Boise mayor candidates step away from the issues to talk about family loss, challenges

At the height of campaign season in what has become a contentious mayor’s race in Boise, candidates set aside politics for a moment at an October forum to share experiences of family pain.

At a debate hosted by the Boise Young Professionals on Oct. 25, a moderator asked candidates about a time they have faced personal adversity.

Mike Masterson, a former Boise police chief and Mayor Lauren McLean’s top challenger, responded with the experience of losing his son.

When he was a young parent and the father of a 3-year-old and an 18 month-old, Masterson said he momentarily turned his back for long enough for his youngest child to wander out of the garage and outside of his yard.

When he realized that, Masterson said he ran frantically around the neighborhood looking for his son. He eventually found him lying in water.

“I did everything I could to revive him,” including CPR, he said. “I remember being tapped on the shoulder by the police and fire to give up that.”

He said the tragedy could have “marked” him for life.

“I haven’t shared that with many people,” Masterson told the few dozen people gathered at the candidate forum. “I don’t want sympathy.”

He said the experience taught him that “life is not predictable, and it’s not guaranteed.”

“Tomorrow isn’t promised for any of us,” he said. “I’ve had friends that have developed cancer and have six weeks to live, and we’re all one test away from that outcome as well.”

The account brought McLean to tears.

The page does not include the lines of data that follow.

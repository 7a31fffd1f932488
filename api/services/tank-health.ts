import { sql } from 'drizzle-orm';
import type { ParameterHealth, TankStatus } from '@shared/parameters/health';
import { expectedIntervalsMs } from '@shared/parameters/health';
import type { ParameterKey } from '@shared/parameters/keys';
import { limitTemplates } from '@shared/parameters/limit-templates';
import type { ParameterLimits } from '@shared/parameters/limits';
import type { ParameterHealthSummary, TankHealthSummary as TankHealth } from '@shared/schemas/readings';
import type { ReadingSource } from '@shared/readings/sources';
import type { Db } from '../db/client';

export type TankHealthSummary = TankHealth;

/** The style templates as rows, so one query can fall back to them where a tank has no row. */
const templateRows = JSON.stringify(
  Object.entries(limitTemplates).flatMap(([style, byParameter]) =>
    Object.entries(byParameter).map(([parameter, limits]) => ({ style, parameter, ...limits })),
  ),
);

const intervalRows = JSON.stringify(
  Object.entries(expectedIntervalsMs).map(([parameter, { device, manual }]) => ({
    parameter,
    device,
    manual,
  })),
);

type HealthRow = {
  tank_id: string;
  status: TankStatus;
  last_reading_at: number | null;
  parameters: Array<{
    parameter: ParameterKey;
    health: ParameterHealth;
    watched: boolean;
    value: number | null;
    measured_at: number | null;
    source: ReadingSource | null;
    warn_low: number | null;
    warn_high: number | null;
    crit_low: number | null;
    crit_high: number | null;
    limits_source: 'tank' | 'template' | null;
    interval_ms: number | null;
  }> | null;
};

/**
 * Health of many tanks in ONE query, following shared/parameters/health.ts exactly:
 * - the latest reading per (tank, parameter) is one backward probe of readings_history_idx per
 *   pair (LATERAL … ORDER BY measured_at DESC LIMIT 1), so the cost follows the number of tanks,
 *   not the years of history behind them;
 * - limits follow `limitsInForce` (shared/parameters/limits-in-force.ts: the tank's own row, else
 *   its style's template), tested against it; a parameter is watched when its limits have at least
 *   one bound, and only watched parameters decide the status;
 * - rule 1: strictly beyond a bound, critical before warning; rule 2: out-of-limits readings keep
 *   their severity at any age; rule 3: stale when now − measured_at > the interval for the
 *   reading's source (null interval: never), or with no reading at all; rule 4: the tank status.
 */
export async function healthForTanks(
  db: Db,
  tankIds: string[],
  now: Date,
): Promise<Map<string, TankHealthSummary>> {
  if (tankIds.length === 0) return new Map();
  const result = await db.execute<HealthRow>(sql`
    with wanted as (
      select t.id, t.style::text as style from tanks t where t.id = any(${sql.param(tankIds)}::uuid[])
    ),
    templates as (
      select * from jsonb_to_recordset(${templateRows}::jsonb)
        as x(style text, parameter text, "warnLow" float8, "warnHigh" float8, "critLow" float8, "critHigh" float8)
    ),
    intervals as (
      select * from jsonb_to_recordset(${intervalRows}::jsonb) as x(parameter text, device float8, manual float8)
    ),
    pairs as (
      select
        w.id as tank_id,
        p.parameter,
        case when l.tank_id is not null then 'tank' when tp.parameter is not null then 'template' end
          as limits_source,
        case when l.tank_id is not null then l.warn_low else tp."warnLow" end as warn_low,
        case when l.tank_id is not null then l.warn_high else tp."warnHigh" end as warn_high,
        case when l.tank_id is not null then l.crit_low else tp."critLow" end as crit_low,
        case when l.tank_id is not null then l.crit_high else tp."critHigh" end as crit_high,
        lr.value,
        lr.measured_at,
        lr.source,
        case when lr.source = 'device' then iv.device else iv.manual end as interval_ms
      from wanted w
      cross join unnest(enum_range(null::parameter_key)) as p(parameter)
      left join tank_limits l on l.tank_id = w.id and l.parameter = p.parameter
      left join templates tp on tp.style = w.style and tp.parameter = p.parameter::text
      left join intervals iv on iv.parameter = p.parameter::text
      left join lateral (
        select r.value, r.measured_at, r.source
        from readings r
        where r.tank_id = w.id and r.parameter = p.parameter
        order by r.measured_at desc, r.id desc
        limit 1
      ) lr on true
    ),
    judged as (
      select
        pairs.*,
        coalesce(warn_low, warn_high, crit_low, crit_high) is not null as watched,
        case
          when value is null then 'stale'
          when crit_high is not null and value > crit_high then 'critical'
          when crit_low is not null and value < crit_low then 'critical'
          when warn_high is not null and value > warn_high then 'warning'
          when warn_low is not null and value < warn_low then 'warning'
          when interval_ms is not null
            and ${now.toISOString()}::timestamptz - measured_at > interval_ms * interval '1 millisecond'
            then 'stale'
          else 'in-range'
        end as health
      from pairs
    )
    select
      w.id as tank_id,
      case
        when coalesce(bool_or(j.health = 'critical') filter (where j.watched), false) then 'alert'
        when coalesce(bool_or(j.health = 'warning') filter (where j.watched), false) then 'watch'
        when coalesce(bool_and(j.health = 'stale') filter (where j.watched), true) then 'no-data'
        when bool_or(j.health = 'stale') filter (where j.watched) then 'watch'
        else 'healthy'
      end as status,
      extract(epoch from max(j.measured_at)) * 1000 as last_reading_at,
      json_agg(
        json_build_object(
          'parameter', j.parameter,
          'health', j.health,
          'watched', j.watched,
          'value', j.value,
          'measured_at', extract(epoch from j.measured_at) * 1000,
          'source', j.source,
          'warn_low', j.warn_low,
          'warn_high', j.warn_high,
          'crit_low', j.crit_low,
          'crit_high', j.crit_high,
          'limits_source', j.limits_source,
          'interval_ms', j.interval_ms
        )
        order by j.parameter
      ) filter (where j.watched or j.measured_at is not null) as parameters
    from wanted w
    left join judged j on j.tank_id = w.id
    group by w.id
  `);
  const health = new Map<string, TankHealthSummary>();
  for (const row of result.rows) {
    health.set(row.tank_id, {
      status: row.status,
      lastReadingAt:
        row.last_reading_at === null ? null : new Date(Number(row.last_reading_at)).toISOString(),
      parameters: (row.parameters ?? []).map(summaryOf),
    });
  }
  return health;
}

function summaryOf(p: NonNullable<HealthRow['parameters']>[number]): ParameterHealthSummary {
  const limits: ParameterLimits | null =
    p.limits_source === null
      ? null
      : { warnLow: p.warn_low, warnHigh: p.warn_high, critLow: p.crit_low, critHigh: p.crit_high };
  return {
    parameter: p.parameter,
    health: p.health,
    watched: p.watched,
    latest:
      p.value === null || p.measured_at === null || p.source === null
        ? null
        : { value: p.value, measuredAt: new Date(p.measured_at).toISOString(), source: p.source },
    limits,
    limitsSource: p.limits_source,
    expectedIntervalMs: p.interval_ms,
  };
}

She went on to describe her own brush with a parent’s panic, when her teenage son lost consciousness and was seriously injured in a mountain biking accident during her 2019 campaign.

McLean and her husband had to wait hours for emergency services to transport him from mountain trails, she said, and then watched him being loaded into a helicopter to be taken to a Boise hospital.

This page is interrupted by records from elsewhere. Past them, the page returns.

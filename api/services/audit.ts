import { and, desc, eq, gte, ilike, lte, or, sql, type SQL } from 'drizzle-orm';
import type { AuditAction, AuditTargetKind } from '@shared/audit/actions';
import { csvLine, guardText } from '@shared/readings/csv';
import type {
  AuditEntry,
  AuditExportQuery,
  AuditFilters,
  AuditListQuery,
  AuditPage,
  AuditValues,
} from '@shared/schemas/audit';
import type { Db } from '../db/client';
import { auditEvents } from '../db/schema/index';
import type { Clock } from '../lib/clock';
import { findTankFor } from '../policy/index';
import type { Actor } from './actors';

type Tx = Parameters<Parameters<Db['transaction']>[0]>[0];

/** When and from where a change came: the request facts every audit entry is stamped with. */
export interface AuditSource {
  at: Date;
  ip: string | null;
  userAgent: string | null;
  requestId: string | null;
}

/** The source of a request, from the route context (services never see the request itself). */
export function auditSourceOf(ctx: {
  deps: { clock: Clock };
  ip: string | null;
  userAgent: string | null;
  requestId: string;
}): AuditSource {
  return { at: ctx.deps.clock(), ip: ctx.ip, userAgent: ctx.userAgent, requestId: ctx.requestId };
}

/** For changes made outside a request (the demo scenario, tests calling a service directly). */
export const noRequest = (at: Date): AuditSource => ({ at, ip: null, userAgent: null, requestId: null });

/** Who did it, as they were called at the time. */
export type AuditActor = Pick<Actor, 'id' | 'name' | 'email'>;

export interface NewAuditEntry {
  companyId: string;
  actor: AuditActor | null;
  action: AuditAction;
  target?: { kind: AuditTargetKind; id: string; label: string };
  /** Settings as they were and became. */
  before?: AuditValues;
  after?: AuditValues;
  /** Anything else worth knowing later: a refusal's reason, an export's filters. */
  details?: AuditValues;
  source: AuditSource;
}

/**
 * Appends one entry. Given the transaction of the change it records, the entry and the change
 * commit together or not at all.
 */
export async function recordAudit(db: Db | Tx, entry: NewAuditEntry): Promise<void> {
  const { source } = entry;
  await db.insert(auditEvents).values({
    companyId: entry.companyId,
    actorId: entry.actor?.id ?? null,
    actorName: entry.actor?.name ?? null,
    actorEmail: entry.actor?.email ?? null,
    action: entry.action,
    targetKind: entry.target?.kind ?? null,
    targetId: entry.target?.id ?? null,
    targetLabel: entry.target?.label ?? null,
    at: source.at,
    ip: source.ip,
    userAgent: source.userAgent?.slice(0, 500) ?? null,
    requestId: source.requestId,
    before: entry.before ?? null,
    after: entry.after ?? null,
    details: entry.details ?? null,
  });
}

type AuditRow = typeof auditEvents.$inferSelect;

function present(row: AuditRow): AuditEntry {
  return {
    id: row.id,
    at: row.at.toISOString(),
    action: row.action,
    actor:
      row.actorName === null && row.actorId === null
        ? null
        : { id: row.actorId, name: row.actorName ?? row.actorEmail ?? 'Unknown', email: row.actorEmail },
    target:
      row.targetKind && row.targetId
        ? { kind: row.targetKind, id: row.targetId, label: row.targetLabel ?? row.targetId }
        : null,
    ip: row.ip,
    userAgent: row.userAgent,
    requestId: row.requestId,
    before: (row.before as AuditValues | null) ?? null,
    after: (row.after as AuditValues | null) ?? null,
    details: (row.details as AuditValues | null) ?? null,
  };
}

const cursorOf = (entry: AuditEntry) => `${entry.at}_${entry.id}`;

const likePattern = (text: string) => `%${text.replace(/[\\%_]/g, (c) => `\\${c}`)}%`;

/** The company's entries matching the filters; nobody sees another company's trail. */
function whereOf(actor: Actor, filters: AuditFilters, before?: string): SQL {
  const conditions: SQL[] = [eq(auditEvents.companyId, actor.companyId)];
  if (filters.action) conditions.push(eq(auditEvents.action, filters.action));
  if (filters.targetKind) conditions.push(eq(auditEvents.targetKind, filters.targetKind));
  if (filters.from) conditions.push(gte(auditEvents.at, new Date(filters.from)));
  if (filters.to) conditions.push(lte(auditEvents.at, new Date(filters.to)));
  if (filters.actor) {
    const pattern = likePattern(filters.actor);
    conditions.push(or(ilike(auditEvents.actorName, pattern), ilike(auditEvents.actorEmail, pattern))!);
  }
  if (before) {
    const split = before.lastIndexOf('_');
    const at = before.slice(0, split);
    const id = Number(before.slice(split + 1));
    conditions.push(sql`(${auditEvents.at}, ${auditEvents.id}) < (${at}::timestamptz, ${id}::bigint)`);
  }
  return and(...conditions)!;
}

async function auditPage(
  db: Db,
  actor: Actor,
  filters: AuditFilters,
  before: string | undefined,
  limit: number,
) {
  const rows = await db
    .select()
    .from(auditEvents)
    .where(whereOf(actor, filters, before))
    .orderBy(desc(auditEvents.at), desc(auditEvents.id))
    .limit(limit);
  return rows.map(present);
}

/** Newest first, by keyset on (at, id), so a page costs the same however long the trail. */
export async function listAudit(db: Db, actor: Actor, query: AuditListQuery): Promise<AuditPage> {
  const { before, limit, ...filters } = query;
  const rows = await auditPage(db, actor, filters, before, limit + 1);
  const entries = rows.slice(0, limit);
  return { entries, next: rows.length > limit ? cursorOf(entries.at(-1)!) : null };
}

export const auditCsvColumns = [
  'at',
  'action',
  'actor_name',
  'actor_email',
  'target_kind',
  'target_id',
  'target_label',
  'ip',
  'user_agent',
  'request_id',
  'before',
  'after',
  'details',
] as const;

const jsonCell = (value: AuditValues | null) => (value === null ? '' : guardText(JSON.stringify(value)));

function auditCsvLine(entry: AuditEntry): string {
  return csvLine([
    entry.at,
    entry.action,
    guardText(entry.actor?.name ?? ''),
    guardText(entry.actor?.email ?? ''),
    entry.target?.kind ?? '',
    entry.target?.id ?? '',
    guardText(entry.target?.label ?? ''),
    entry.ip ?? '',
    guardText(entry.userAgent ?? ''),
    entry.requestId ?? '',
    jsonCell(entry.before),
    jsonCell(entry.after),
    jsonCell(entry.details),
  ]);
}

/** The filtered trail as CSV, newest first, a page at a time while the caller writes it. */
export function exportAuditCsv(db: Db, actor: Actor, query: AuditExportQuery, now: Date) {
  async function* lines() {
    yield csvLine(auditCsvColumns);
    const pageSize = 1000;
    let before: string | undefined;
    for (;;) {
      const page = await auditPage(db, actor, query, before, pageSize);
      if (page.length > 0) yield page.map(auditCsvLine).join('');
      if (page.length < pageSize) break;
      before = cursorOf(page.at(-1)!);
    }
  }
  return { fileName: `audit-trail-${now.toISOString().slice(0, 10)}.csv`, lines: lines() };
}

/** A readings download, recorded once access and range have been checked and before a line is sent. */
export async function recordReadingsExport(
  db: Db,
  actor: Actor,
  tankId: string,
  filters: Record<string, string | undefined>,
  source: AuditSource,
): Promise<void> {
  const tank = await findTankFor(db, actor, tankId, 'read');
  const given = Object.fromEntries(Object.entries(filters).filter(([, value]) => value !== undefined));
  await recordAudit(db, {
    companyId: tank.companyId,
    actor,
    action: 'readings.exported',
    target: { kind: 'tank', id: tank.id, label: tank.name },
    details: { filters: given },
    source,
  });
}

At the hospital, her son couldn’t remember anything, she said, and kept asking what had happened. Three days later he was released from the hospital. Today he “is fine,” she said.

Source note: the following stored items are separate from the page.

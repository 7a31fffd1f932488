import { and, asc, desc, eq, gt, gte, inArray, isNull, lt, lte, ne, or, sql } from 'drizzle-orm';
import { alias } from 'drizzle-orm/pg-core';
import { roleCan } from '@shared/people/permissions';
import { futureToleranceMs } from '@shared/schemas/readings';
import {
  emptyReport,
  visitReportContent,
  type CarriedItem,
  type NextVisitEntry,
  type ScheduleQuery,
  type TankVisits,
  type VisitDetail,
  type VisitReportContent,
  type VisitSummary,
  type publishReportInput,
  type saveReportInput,
  type scheduleVisitInput,
  type updateVisitInput,
} from '@shared/schemas/visits';
import { addDays, formatISO } from 'date-fns';
import { occurrenceDays, routineRule, wallTimeOf, zonedWindow } from '@shared/visits/recurrence';
import type { z } from 'zod';
import type { AppDeps } from '../deps';
import type { Db } from '../db/client';
import {
  companies,
  equipment,
  livestock,
  photos,
  priceItems,
  tanks,
  users,
  visitItems,
  visitPhotos,
  visitReportVersions,
  visits,
  visitSeries,
} from '../db/schema/index';
import { badRequest, conflict, forbidden, notFound, type ErrorIssue } from '../lib/http-error';
import { queues } from '../lib/job-queue';
import { findTankFor, isStaff, visibleTanks } from '../policy/index';
import type { Actor } from './actors';
import {
  compatibilityFor,
  findLivestockIn,
  insertLivestock,
  recordLivestockStatus,
  type CompatibilityResult,
} from './livestock';
import { fanOutVisitReport } from './notify';
import { commitReadings, insertManualRows, manualTimeIssues, type Tx } from './readings';
import { resolveSpecies } from './species';
import { invalidFields } from './tanks';
import { resolveRequestOfVisit } from './urgent-notify';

McLean said the experience taught her there is “absolutely nothing more important.”

“I would walk away from anything for my family,” she said.

Another candidate, Joseph Evans, talked about his experience serving in the military in Afghanistan, and how he became disillusioned when he learned he was “providing intelligence for warlords, warlords who had no compunction of violating human rights.”

Evans’ change in viewpoint led him to return to school at Boise State University, and taught him about the need to give people a chance to recover from their past.

“To be able to make sure that yes, everybody is given the maximum opportunity to stand back up and take their lives back after trauma,” he said.

Aaron Reis, the fourth candidate for mayor, talked about struggling with how best to challenge authority and stand up to people in power.

Then the debate moved to the next question. It moved on to topics like affordable housing, transportation and jobs — political questions that voters will grapple with at the polls in the coming days.